Which companies are in focus?
- Tesla Inc. TSLA, +4.17% stock jumped more than 4% after one of its biggest investors, ARK Invest, piled into shares of the electric-car maker amid a steep selloff. Shares remain down more than 6% so far this week.
- Shares of Square Inc. SQ, -6.36% were down more than 7% after the company late Tuesday said surging interest in bitcoin and equities trading among Cash App customers helped more than double revenue for its latest quarter. The company also doubled down on its own interest in bitcoin by announcing a new $170 million purchase of the cryptocurrency.
- Intuit Inc. INTU, +1.98% shares rose 1.3% after the financial-services company reported fiscal second-quarter results late Tuesday.
- Shares of aluminum-products maker Arconic Corp. ARNC, +0.28% ticked 1.4% lower after it reported a surprise fourth-quarter loss late Tuesday but delivered revenues that were above forecasts.
- Lowe’s Cos. LOW, -3.17% shares fell 3.3% after the home improvement retailer delivered fiscal fourth-quarter profit and sales that topped expectations, and said it planned to buy back $9 billion worth of its stock this year.
- Shares of Casper Sleep Inc. CSPR, +1.59% fell 2.1% after the mattress company reported fourth-quarter revenue that beat expectations, and narrower-than-expected losses.
- Bausch Health Cos. Inc. BHC, +0.70% shares edged up 0.7% after the pharmaceuticals and medical devices company said it reached an agreement with billionaire activist investor Carl Icahn to add two of his nominees to its board of directors.
- Six Flags Entertainment Corp. SIX, +2.26% shares were up 2.2% after the company reported a wider-than-expected loss for the third straight quarter, but saw fourth-quarter revenue fell less than expected as those who did attend the company’s theme parks spent more than forecast.
- Exxon Mobil Corp. XOM, +3.15% on Wednesday said it had agreed to sell most of its non-operated upstream assets in the U.K. central and northern North Sea to HitecVision for more than $1 billion. Shares gained 2.7%.

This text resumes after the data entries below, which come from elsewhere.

import { perform } from '../../seed/synthetic/perform.ts'
import type { GivenAttempt } from '../../seed/synthetic/attempts.ts'
import { recordJump } from '../../seed/synthetic/record.ts'
import { writeDelimited } from '../../seed/synthetic/write-delimited.ts'
import { csv, type TestFile } from './club-day.ts'

/** What an athlete weighs and how they sway while being weighed. */
const athlete = {
  massKg: 68,
  body: { swayVelocity: 0.002, heartbeatN: 2, heartRateHz: 1.1, fidgetN: 0 },
}
const plates = {
  left: { whiteNoiseN: 1, offsetN: 2 },
  right: { whiteNoiseN: 1, offsetN: -1 },
}

/** A file of one recording in which the attempts follow each other, made from physics; each seed is another file. */
export function attemptsFile(name: string, seed: number, attempts: readonly GivenAttempt[]): TestFile {
  const performance = perform(athlete, attempts, seed)
  const recording = recordJump(performance, { durationS: performance.endS }, plates, seed)
  return csv(name, Buffer.from(writeDelimited(recording)))
}
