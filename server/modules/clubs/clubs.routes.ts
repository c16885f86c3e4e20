import { changeClubSettings, getClubSettings, getSeats } from '../../../shared/contracts/clubs.ts'
import {
  changeMeasuringSettings,
  changePlateCalibration,
  getMeasuringSettings,
  getPlateCalibration,
} from '../../../shared/contracts/measuring.ts'
import { implement, type Route } from '../../http/implement.ts'
import { refuseWhileRunning } from '../recomputes/recomputes.service.ts'
import { editSettings, readSeats, readSettings } from './clubs.service.ts'
import {
  editMeasuringSettings,
  editPlateCalibration,
  readMeasuringSettings,
  readPlateCalibration,
} from './measuring.service.ts'

export const clubRoutes: Route[] = [
  implement(getClubSettings, ({ deps, ctx }) => readSettings(deps, ctx)),
  implement(changeClubSettings, ({ deps, ctx, body }) => editSettings(deps, ctx, body)),
  implement(getMeasuringSettings, ({ deps, ctx }) => readMeasuringSettings(deps, ctx)),
  implement(changeMeasuringSettings, ({ deps, ctx, body }) =>
    editMeasuringSettings(deps, ctx, body, refuseWhileRunning),
  ),
  implement(getPlateCalibration, ({ deps, ctx }) => readPlateCalibration(deps, ctx)),
  implement(changePlateCalibration, ({ deps, ctx, body }) =>
    editPlateCalibration(deps, ctx, body, refuseWhileRunning),
  ),
  implement(getSeats, ({ deps, ctx }) => readSeats(deps, ctx)),
]
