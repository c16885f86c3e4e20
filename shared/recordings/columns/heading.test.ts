import { describe, expect, it } from 'vitest'
import { readHeading, unitOf } from './heading.ts'

const unitText = (cell: string, below?: string): string => {
  const { unit } = readHeading(cell, below)
  if (unit.family === 'none') return 'none'
  return unit.family === 'other' ? `other ${unit.text}` : unit.unit
}

describe('readHeading', () => {
  it.each([
    ['Time (s)', 's'],
    ['Time, s', 's'],
    ['time_ms', 'ms'],
    ['timeMs', 'ms'],
    ['t/s', 's'],
    ['Zeit [Sek]', 's'],
    ['s', 's'],
    ['Time (hh:mm:ss)', 'clock'],
    ['Uhrzeit [hh:mm:ss.fff]', 'clock'],
    ['Time (µs)', 'us'],
  ])('takes %s for time in %s', (cell, unit) => {
    expect([readHeading(cell).quantity, unitText(cell)]).toStrictEqual(['time', unit])
  })

  it.each([
    ['Force (N)', 'N'],
    ['force in N', 'N'],
    ['forceN', 'N'],
    ['Fz <N>', 'N'],
    ['GRFz_R [kN]', 'kN'],
    ['Force, left foot (newtons)', 'N'],
    ['Plate 2 (N)', 'N'],
    ['Kraft {kN}', 'kN'],
    ['Force', 'none'],
    ['forces', 'none'],
    ['Load (kg)', 'kgf'],
    ['Force (lbf)', 'lbf'],
    ['Force [BW]', 'BW'],
    ['Force (%BW)', '%BW'],
    ['Fx (N)', 'N'],
  ])('takes %s for a force in %s', (cell, unit) => {
    expect([readHeading(cell).quantity, unitText(cell)]).toStrictEqual(['force', unit])
  })

  it.each(['Mz (N·m)', 'Velocity (m/s)', 'Contact time (ms)', 'Left COPx (mm)', 'Net force (N)', ''])(
    'takes %s for neither',
    (cell) => {
      expect(readHeading(cell).quantity).toBe('other')
    },
  )

  it.each([
    ['Left (N)', 'left'],
    ['L_Fz (N)', 'left'],
    ['FzL/N', 'left'],
    ['Force (left) [N]', 'left'],
    ['Fuerza izquierda (N)', 'left'],
    ['Kraft rechts (N)', 'right'],
    ['rForce (N)', 'right'],
    ['Total (N)', 'total'],
    ['Left + right (N)', 'total'],
    ['Fz1 (N)', null],
  ])('reads the foot of %s as %s', (cell, foot) => {
    expect(readHeading(cell).foot).toBe(foot)
  })

  it.each([
    ['Sample', 'sample'],
    ['Frame no.', 'sample'],
    ['Sub Frame', 'within'],
    ['SubFrame', 'within'],
    ['Time (samples)', 'sample'],
  ])('takes %s for a count of samples', (cell, quantity) => {
    expect(readHeading(cell).quantity).toBe(quantity)
  })

  it.each([
    ['Fx (N)', 'x', ''],
    ['Plate 2 Fz (N)', 'z', 'plate 2'],
    ['Fy1 (N)', 'y', '1'],
    ['Vertical force (N)', 'up', ''],
    ['Anterior force (N)', 'level', ''],
    ['Left (N)', null, 'left'],
  ])('reads the axis of %s as %s', (cell, axis, plate) => {
    expect(readHeading(cell)).toMatchObject({ axis, plate })
  })

  it('takes the unit from a row below where the heading has none', () => {
    expect(unitText('Left', '[N]')).toBe('N')
    expect(unitText('Left (kN)', 'N')).toBe('kN')
  })
})

describe('unitOf', () => {
  it('knows a unit in any case and spacing, and nothing else', () => {
    expect(unitOf(' Newtons ')).toStrictEqual({ family: 'force', unit: 'N' })
    expect(unitOf('N · m')).toStrictEqual({ family: 'other', text: 'N · m' })
    expect(unitOf('north').family).toBe('none')
  })
})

- Shares of Johnson & Johnson JNJ, +2.44% added 1.8% after the Food and Drug Administration said the company’s single-dose COVID-19 vaccine candidate has no unexpected safety concerns, moving it a step closer to distribution.
How are other markets performing?
- The yield on the 10-year Treasury note TMUBMUSD10Y, 1.394% added 3 basis points to 1.39% as inflation fears continue to dog markets. Yields and bond prices move in opposite directions.
- The ICE U.S. Dollar Index, DXY, +0.01% a measure of the currency against a basket of six major rivals, ticked up less than 0.1%.
- Oil futures jumped to a 13-week high, with the U.S. benchmark CL.1, +2.56% up 2% at $62.92 a barrel, after data from the U.S. government showed weekly crude supplies edged higher. April gold futures GCJ21, -0.49% slumped 0.3% to $1,799 an ounce as yields resumed their upward march.
- In overseas stock trading, the pan-European Stoxx 600 SXXP, +0.46% rose 0.5% and London’s FTSE 100 UKX, +0.50% was up 0.5%. In Asia, the Shanghai Composite SHCOMP, -1.99% fell 2%, while Hong Kong’s Hang Seng Index HSI, -2.99% slumped 3%.